Примеры можно было бы умножить. Когда отношения усложняются, рядом с признаниями появляются недоумения и упреки, но страстное напряжение не уходит из писем вплоть до последнего, написанного за несколько дней до смерти.

Более того, любовь, свободная и безумная страсть их отношений противопоставляется всей прочей жизни «людей-лягушек», уподобляясь некоей идеологии или религии: «Если человек встретит одного человека в жизни, задача его существования, задача всего человечества решена! Более от жизни требовать нельзя» (278); «Пусть когда-нибудь люди падут ниц, ослепленные нашей любовью, как воскресением Иисуса Христа» (298).

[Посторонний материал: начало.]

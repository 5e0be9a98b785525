"""lagfield: Liénard–Wiechert fields, spectra and radiated energy from sampled tracks.

Importing lagfield stays light: numba, matplotlib and pyarrow load only when a run, a
kernel or a plugin needs them.
"""

from .errors import (
    ConfigError,
    LagfieldError,
    MotionError,
    ObserverError,
    OutputError,
    PluginError,
    TrackError,
    UnitError,
)
from .hookspecs import hookimpl
from .signals import Signals
from .tracks import Track, Tracks, open_tracks, read_tracks

__version__ = "0.1.0"


def run(source, **options) -> Signals:
    """Run the job of a run file and return its tables (a Signals of pandas DataFrames).

    source: the run file's path, or its content as a dict (relative paths then resolve
    against base_dir=..., default the current directory). Options: write=False keeps the
    tables in memory only; overwrite, workers, scheduler, progress(done, total) and
    registry as described in `lagfield.runner.run`.
    """
    from .runner import run as _run

    return _run(source, **options)


__all__ = [
    "ConfigError", "LagfieldError", "MotionError", "ObserverError", "OutputError",
    "PluginError", "Signals", "Track", "TrackError", "Tracks", "UnitError", "__version__",
    "hookimpl", "open_tracks", "read_tracks", "run",
]
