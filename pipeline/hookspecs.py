"""Hook specifications: the whole contract between lagfield and its plugins.

A plugin is a module (or object) with functions marked ``@lagfield.hookimpl`` whose names
are those below. It is found through the Python entry-point group ``lagfield.plugins``;
the built-in CSV, Parquet and plot plugins come in through the same door.

Arguments are passed by keyword. An implementation may accept fewer arguments than the
specification, so new arguments can be added to a hook without breaking old plugins.

A plugin whose import or registration hook raises (``SystemExit`` included; not
``KeyboardInterrupt``), or that returns objects lacking what is listed below, is reported
by ``lagfield plugins`` and stops only a run that selects it.
"""

from __future__ import annotations

import pluggy

hookspec = pluggy.HookspecMarker("lagfield")
hookimpl = pluggy.HookimplMarker("lagfield")


@hookspec
def lagfield_register_importers():
    """Called once when the plugin manager is built, to learn the track importers.

    Return a list of importer objects (not firstresult: every plugin's lists are joined).
    An importer object has:

    - ``name`` (str): what ``[tracks] format`` selects, e.g. ``"csv"``.
    - ``description`` (str): one line for ``lagfield plugins``.
    - ``extensions`` (tuple of str): file suffixes it claims, e.g. ``(".csv",)``; used to
      pick the importer when ``format`` is not given.
    - ``requires`` (tuple of str, optional): import names of optional packages it needs.
    - ``can_read(path) -> bool``: a cheap check (suffix, magic bytes or the first line;
      never the whole file) that the file at ``path`` (``pathlib.Path``) is of this format.
    - ``read(path, options) -> pandas.DataFrame``: the table with its columns as they are
      in the file (raw names and units; a name the file repeats stays repeated, so that
      lagfield can report it). ``options`` is the ``[tracks]`` table of the run file as a
      dict (``columns`` and ``units`` included, for information). Column mapping, unit
      conversion, sorting and validation are done by lagfield for every importer. Anything
      but a DataFrame is reported as a fault of the importer.
    - ``iter_batches(path, options) -> iterator of pandas.DataFrame`` (optional): the same
      table in pieces, for files larger than memory; rows keep the file's order. When
      ``options["particle_range"]`` is ``(low, high)`` it may leave out pieces that hold no
      particle id in that range (a distributed worker reads only its own particles); a
      piece then says where it starts with ``frame.attrs["first_row"]`` (data row from 1).
    - ``series`` (bool, optional): True when ``path`` may name a set of files (a pattern
      such as ``data_%T.h5``) or a directory rather than one regular file; lagfield then
      leaves checking that it exists to ``can_read`` and ``iter_batches``.
    - ``describe(path, options) -> dict`` (optional): a few facts read cheaply from the
      file's metadata (label -> text), shown by ``lagfield inspect``.

    Momenta sampled at other times than positions: a frame may carry
    ``frame.attrs["u_offset_s"]`` (float, seconds): ux, uy, uz of a row were sampled at
    t + u_offset_s (a staggered pusher writes them half a step off). Every piece that gives
    it must give the same value. lagfield records it as ``Tracks.u_offset_s`` (None when no
    frame gives it).

    Errors: raise ``lagfield.TrackError`` (with ``path``, ``column``, ``row`` where known)
    for a file that is not what it should be; it reaches the user unchanged. Any other
    exception from ``can_read``, ``read`` or ``iter_batches`` (``SystemExit`` included) is
    reported as a ``lagfield.PluginError`` naming the importer and its distribution.
    ``KeyboardInterrupt`` is never caught.

    When the run names no format, the importer claiming the file's suffix reads it; when a
    built-in importer (distribution ``lagfield``) and another claim the same suffix, the
    built-in does. When none claims it, the first importer whose ``can_read`` says yes does.
    """


@hookspec
def lagfield_register_exporters():
    """Called once when the plugin manager is built, to learn the result exporters.

    Return a list of exporter objects (not firstresult: every plugin's lists are joined).
    An exporter object has:

    - ``name`` (str): what ``[output] formats`` selects, e.g. ``"parquet"``.
    - ``description`` (str): one line for ``lagfield plugins``.
    - ``requires`` (tuple of str, optional): import names of optional packages it needs.
    - ``write(result, directory, options) -> list of str``: write files for ``result`` (a
      ``lagfield.Signals``: the ``observers``, ``fields`` and, when computed, ``spectra``
      pandas DataFrames in SPEC units, and ``summary``, a dict) into ``directory``
      (``pathlib.Path``, a staging directory whose files lagfield moves into place when
      every exporter has succeeded; sub-directories are allowed). ``options`` is the run
      file's ``[plugins.<name>]`` table (a dict, empty when absent). Return a list of the
      names written, relative to ``directory``. Each exporter gets its own copy of
      ``result``; it must not change files another exporter wrote, nor use the names
      ``run.json`` or ``.lagfield*``. Any exception becomes a PluginError naming it.
    """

Но одновременно в страстных письмах к возлюбленному постоянно звучит «тема Герцена». Ни в одном из писем Наталья Александровна не только не говорит ничего дурного или пренебрежительного о муже — напротив, опять, как в юношеских письмах, возводит его «на пьедестал» и твердит о своей неразрывной связи с ним, о своей любви к нему (только эта любовь иная, чем любовь к Гервегу).

В своих письмах для описания отношений между собой, Герценом и Гервегом Наталья Александровна неоднократно обращается к только что прочитанной ею повести Жорж Санд «Маленькая Фадетта» («Le petite Fadette»), где изображены два брата-близнеца, влюбленные в одну женщину. Фадетта, жена мужественного и энергичного Ландри, становится одновременно как бы духовной наставницей нежного и женственного, слабохарактерного Сильвине. Она помогает ему совершить единственный решительный поступок в его жизни: покинуть их общий дом и поступить в солдаты, чтобы не мешать счастью любимого брата. В финале романа Сильвине изображен обреченным на трагическое одиночество.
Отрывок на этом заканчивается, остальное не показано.